Cellular can’t take ALL THE DATA transmission needed. They’re already lobbying the government to give up reserved bandwidth. This is an unsustainable type of system. It cannot perpetually grow.
Agree that 5G will do nothing for dropped calls. It may even aggravate the situation. Having said that I rarely get dropped calls here in southern Arizona on AT&T. And we’re not exactly in a data rich environment.
I’m not thrilled about seeing prices increase either. My monthly AT&T bill is staggering. But then I have super lousy internet service from HughesNet with a contract that I can’t get out of until October. More often than not I’m using my unlimited AT&T plan with hotspot functionality for home internet service. (Can’t say enough disparaging things about HughesNet. Their satellite service is substantially oversubscribed, which renders them unable to deliver promised speeds. It’s a borderline criminal enterprise IMO.)

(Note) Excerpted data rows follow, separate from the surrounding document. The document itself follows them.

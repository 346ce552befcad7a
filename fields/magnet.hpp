// SPDX-License-Identifier: MIT
// The axial magnetic field at the grid's rows: the applied field, uniform or B_z(r), and the field of the electrons'
// azimuthal current in free space, B_self(r) = mu0 * integral from r to r_a of J_theta dr (axisymmetric magnetostatics,
// Ampere's law). SI units.
#pragma once

#include <span>
#include <vector>

#include "fields/polar_grid.hpp"
#include "inputs/deck.hpp"

namespace spokewright {

class Magnet {
public:
    Magnet(const MagnetSettings& settings, const PolarGrid& grid);

    /// Applied plus self field at row i, T, [n_r + 1].
    std::span<const double> field() const { return total_; }

    /// Sets the self field from the azimuthal current of each row, A per metre of height, [n_r + 1].
    void set_self_field(std::span<const double> row_current);

    std::span<const double> self_field() const { return self_; }  // T, [n_r + 1]
    void restore_self_field(std::span<const double> self);

    /// Largest |B_self| / |B_applied| over the rows that have an applied field.
    double self_field_share() const;

private:
    std::vector<double> applied_;
    std::vector<double> self_;
    std::vector<double> total_;
};

}  // namespace spokewright
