// SPDX-License-Identifier: MIT
// FFTW's one home. Plans are made in constructors (FFTW_ESTIMATE: the same plan, hence the same rounding, every run).
// M. Frigo & S. G. Johnson, Proc. IEEE 93, 216 (2005).
#pragma once

#include <complex>
#include <memory>
#include <span>
#include <vector>

namespace spokewright {

/// Real transforms of `rows` contiguous rows of length `length`; harmonics 0..length/2 a row, unnormalised.
class RowFourier {
public:
    RowFourier(int rows, int length);
    ~RowFourier();
    RowFourier(RowFourier&&) noexcept;
    RowFourier& operator=(RowFourier&&) noexcept;

    int rows() const { return rows_; }
    int length() const { return length_; }
    int harmonics() const { return length_ / 2 + 1; }

    /// [rows][length] real -> [rows][harmonics], sum_j x_j exp(-2 pi i m j / length).
    void forward(std::span<const double> values, std::span<std::complex<double>> harmonics) const;
    /// Inverse without the factor 1/length. Destroys `harmonics`.
    void backward(std::span<std::complex<double>> harmonics, std::span<double> values) const;

private:
    struct Plans;
    int rows_;
    int length_;
    std::unique_ptr<Plans> plans_;
};

/// One-sided amplitude spectrum of a real record: a Hann window, scaled so that a sine of amplitude A in the middle of
/// a bin reads A (a constant, and the last bin, read double). Length n gives n/2 + 1 values; bin k is the frequency k /
/// (n dt).
std::vector<double> amplitude_spectrum(std::span<const double> record);

}  // namespace spokewright
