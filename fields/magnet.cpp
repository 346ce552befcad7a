// SPDX-License-Identifier: MIT
#include "fields/magnet.hpp"

#include <algorithm>
#include <cmath>

#include "inputs/constants.hpp"

namespace spokewright {
namespace {

// Linear interpolation; the reader has checked that the table covers the interaction space.
double table_field(const std::vector<FieldSample>& table, double radius) {
    auto next = std::find_if(table.begin(), table.end(), [&](const FieldSample& s) { return s.radius >= radius; });
    if (next == table.begin()) {
        return table.front().field;
    }
    if (next == table.end()) {
        return table.back().field;
    }
    const FieldSample& before = *(next - 1);
    return before.field + (next->field - before.field) * (radius - before.radius) / (next->radius - before.radius);
}

}  // namespace

Magnet::Magnet(const MagnetSettings& settings, const PolarGrid& grid)
    : self_(static_cast<std::size_t>(grid.n_r) + 1, 0.0) {
    for (int i = 0; i <= grid.n_r; ++i) {
        const double field = settings.table.empty() ? settings.field : table_field(settings.table, grid.radius(i));
        applied_.push_back(field * settings.field_scale);
    }
    total_ = applied_;
}

void Magnet::set_self_field(std::span<const double> row_current) {
    // Half of a row's own current lies outside of it.
    double outside = 0;
    for (std::size_t i = self_.size(); i-- > 0;) {
        self_[i] = kVacuumPermeability * (outside + 0.5 * row_current[i]);
        outside += row_current[i];
        total_[i] = applied_[i] + self_[i];
    }
}

void Magnet::restore_self_field(std::span<const double> self) {
    self_.assign(self.begin(), self.end());
    for (std::size_t i = 0; i < total_.size(); ++i) {
        total_[i] = applied_[i] + self_[i];
    }
}

double Magnet::self_field_share() const {
    double share = 0;
    for (std::size_t i = 0; i < self_.size(); ++i) {
        share = std::max(share, applied_[i] == 0 ? 0 : std::abs(self_[i] / applied_[i]));
    }
    return share;
}

}  // namespace spokewright
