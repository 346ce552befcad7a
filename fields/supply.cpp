// SPDX-License-Identifier: MIT
#include "fields/supply.hpp"

#include <algorithm>
#include <cmath>

namespace spokewright {

Supply::Supply(const SupplySettings& settings, double tube_capacitance, double dt)
    : settings_(settings),
      capacitance_(settings.shunt_capacitance + tube_capacitance),
      dt_(dt),
      voltage_(settings.regulated_current > 0 ? 0 : programme_voltage(0)) {}

double Supply::programme_voltage(double time) const {
    const auto& points = settings_.programme;
    const auto next =
        std::find_if(points.begin(), points.end(), [&](const ProgrammePoint& p) { return p.time > time; });
    double share = 0;
    if (next == points.begin()) {
        share = points.front().share;
    } else if (next == points.end()) {
        share = points.back().share;
    } else {
        const ProgrammePoint& before = *(next - 1);
        share = before.share + (next->share - before.share) * (time - before.time) / (next->time - before.time);
    }
    return settings_.anode_voltage * share;
}

double Supply::advance(double time, double induced) {
    const double before = voltage_;
    if (settings_.regulated_current > 0) {
        const double free = before + (settings_.regulated_current * dt_ - induced) / capacitance_;
        voltage_ = std::clamp(free, 0.0, std::max(0.0, programme_voltage(time)));
    } else if (settings_.series_resistance > 0) {
        // Exact for a current that is constant within the step, also when R C is far below a step.
        const double middle = 0.5 * (programme_voltage(time) + programme_voltage(time - dt_));
        const double settled = middle - settings_.series_resistance * induced / dt_;
        voltage_ = settled + (before - settled) * std::exp(-dt_ / (settings_.series_resistance * capacitance_));
    } else {
        voltage_ = programme_voltage(time);
    }
    return 0.5 * (before + voltage_) * induced;
}

}  // namespace spokewright
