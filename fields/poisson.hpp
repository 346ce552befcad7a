// SPDX-License-Identifier: MIT
// Poisson's equation -eps0 div(grad phi) = rho between a cathode at 0 V and a wall whose potential varies with theta.
// Finite volumes on the polar grid (second order), FFT over theta and one tridiagonal system in r a harmonic
// (R. W. Hockney, J. ACM 12, 95 (1965)). The radial fluxes use ln(r_{i+1}/r_i), exact for a coaxial vacuum.
#pragma once

#include <complex>
#include <span>
#include <vector>

#include "fields/aligned.hpp"
#include "fields/fourier.hpp"
#include "fields/polar_grid.hpp"

namespace spokewright {

/// Use in order: transform, then any of the readers, then solve. Nothing is allocated after construction.
class Poisson {
public:
    using Harmonics = AlignedVector<std::complex<double>>;

    explicit Poisson(const PolarGrid& grid);

    int harmonics() const { return fourier_.harmonics(); }

    /// Takes the node charges, C, [n_r + 1][n_theta].
    void transform(std::span<const double> node_charge);

    /// Harmonics over theta, unnormalised, of the sum over rows of charge times Laplace weight (1 on the wall, 0 on the
    /// cathode): minus the charge that the charge transformed last induces on the wall (Shockley-Ramo). [harmonics]
    std::span<const std::complex<double>> wall_charge() const { return wall_charge_; }

    /// Solves for the charge transformed last. `wall`: harmonics, unnormalised, of phi(r_a, theta) in V, [harmonics].
    /// `potential`: V, [n_r + 1][n_theta], AlignedVector storage.
    void solve(std::span<const std::complex<double>> wall, std::span<double> potential);

    /// Harmonics of one row of wall values, [n_theta] -> [harmonics]. Allocates; for set-up.
    static Harmonics wall_harmonics(std::span<const double> values);

    /// Sum over theta of a(theta) b(theta) for two real rows given by their unnormalised harmonics.
    double row_product(std::span<const std::complex<double>> a, std::span<const std::complex<double>> b) const;

    /// Radial Laplace solution of one harmonic at row i, 0 on the cathode and 1 on the wall.
    double laplace_weight(int row, int harmonic) const;

    /// 1 / ln(r_{i+1} / r_i): radial conductance between rows i and i + 1.
    double conductance(int i) const { return conductance_[static_cast<std::size_t>(i)]; }

private:
    PolarGrid grid_;
    RowFourier fourier_;
    std::size_t width_;                // doubles in a row of harmonics
    std::vector<double> conductance_;  // [n_r]
    AlignedVector<double> pivot_;      // [n_r + 1][width_], each harmonic twice: real and imaginary part
    AlignedVector<double> laplace_;    // [n_r + 1][width_]
    Harmonics charge_;                 // [n_r + 1][harmonics]
    Harmonics wall_charge_;            // [harmonics]
};

}  // namespace spokewright
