// SPDX-License-Identifier: MIT
// The anode wall: N vanes, vane i centred at 2 pi i / N, and what potential a set of vane voltages puts on r = r_a.
// On a tip the wall has the vane's value; across a gap it goes linearly from one vane's value to the next.
#pragma once

#include <span>
#include <vector>

#include "inputs/deck.hpp"

namespace spokewright {

enum class Standing { cosine, sine, alternating };  // alternating: the pi mode, its only resonator

/// One resonator's pattern: unit amplitude on the vanes.
struct VanePattern {
    int mode;  // n
    Standing standing;
    std::vector<double> vanes;  // [N] vane values
};

/// Two patterns a mode n < N/2 (cosine, sine), one for n = N/2.
std::vector<VanePattern> vane_patterns(int vane_count, int mode);

/// Sum over neighbours (s_i - s_{i+1})^2: capacitance of the mode over capacitance of one resonator.
double gap_square_sum(const VanePattern& pattern);

class VaneWall {
public:
    VaneWall(int vane_count, double gap_share);

    int vane_count() const { return vane_count_; }
    /// Wall value at angle theta (0..2 pi rad) for the vane values [N].
    double profile(std::span<const double> vanes, double theta) const;
    /// Wall values at n_theta equally spaced nodes from theta = 0, [n_theta].
    std::vector<double> profile_at_nodes(std::span<const double> vanes, int n_theta) const;
    /// 2 i on vane i, 2 i + 1 in the slot that follows it in +theta; theta in 0..2 pi rad.
    int sector(double theta) const;

private:
    int vane_count_;
    double gap_share_;
};

}  // namespace spokewright
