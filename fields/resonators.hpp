// SPDX-License-Identifier: MIT
// The vane block's resonators: one parallel LC circuit with loss and load a standing pattern,
//   C dv/dt + G v + i = dq/dt,  L di/dt = v,
// driven by the charge q that the electrons induce on the pattern (W. Shockley, J. Appl. Phys. 9, 635 (1938);
// S. Ramo, Proc. IRE 27, 584 (1939)). Implicit midpoint: energy is exact, and L is chosen so that the discrete circuit
// rings at the given frequency exactly (prewarping, A. Tustin, J. IEE 94, 130 (1947), from memory). SI units.
#pragma once

#include <complex>
#include <span>
#include <vector>

#include "fields/vane_wall.hpp"
#include "inputs/deck.hpp"

namespace spokewright {

/// Admittance of the load over that of a matched one, y = (1 - Gamma) / (1 + Gamma).
/// Gamma has magnitude (vswr - 1) / (vswr + 1) and the deck's phase.
std::complex<double> load_admittance(const LoadSettings& load);

struct Resonator {
    VanePattern pattern;
    std::size_t entry;          // index of its mode in CircuitSettings::modes
    double capacitance;         // F, C_k
    double wall_conductance;    // S, omega C / Q_0
    double load_conductance;    // S, omega C Re(y) / Q_ext
    double inverse_inductance;  // 1/H, prewarped, the load's susceptance included
    double voltage = 0;         // V, v_k
    double current = 0;         // A, i_k

    /// v + j i / (omega C): turns as exp(j omega t) when the circuit rings.
    std::complex<double> amplitude() const;
    double energy() const;  // J
};

/// Energy that passed in one step, J.
struct ResonatorEnergy {
    double from_electrons = 0;
    double wall_loss = 0;
    double load = 0;
};

class Resonators {
public:
    /// An empty bank when the circuit has no source.
    Resonators(const CircuitSettings& circuit, const LoadSettings& load, int vane_count, double dt);

    /// One step; `induced`: rise of q_k within it, C, one a resonator.
    ResonatorEnergy advance(std::span<const double> induced);

    /// Adds a wave of `voltage` (V) to mode number n, turning with +theta (standing for the pi mode). Returns J put in.
    double prime(int mode, double voltage);

    double energy() const;  // J
    std::span<const Resonator> all() const { return resonators_; }
    std::span<Resonator> all() { return resonators_; }

private:
    std::vector<Resonator> resonators_;
    double dt_;
};

}  // namespace spokewright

With all that said, I’m not sure how to put a cap in price increases. As much as we’d like to think so cellular, internet and all the infrastructure that support it are not commodity services. They are improving all the time, and rapidly. Every improvement takes more and more capital to implement. Capital expenditures to ever improved speed and bandwidth are not linear. The law of diminishing returns applies. The risk of mandating price caps is that the carriers and ISPs basically stop improving their networks.
I would have preferred no price increases for five years and higher mandatory coverage guarantees -- the latter for all carriers for pending 5G networks.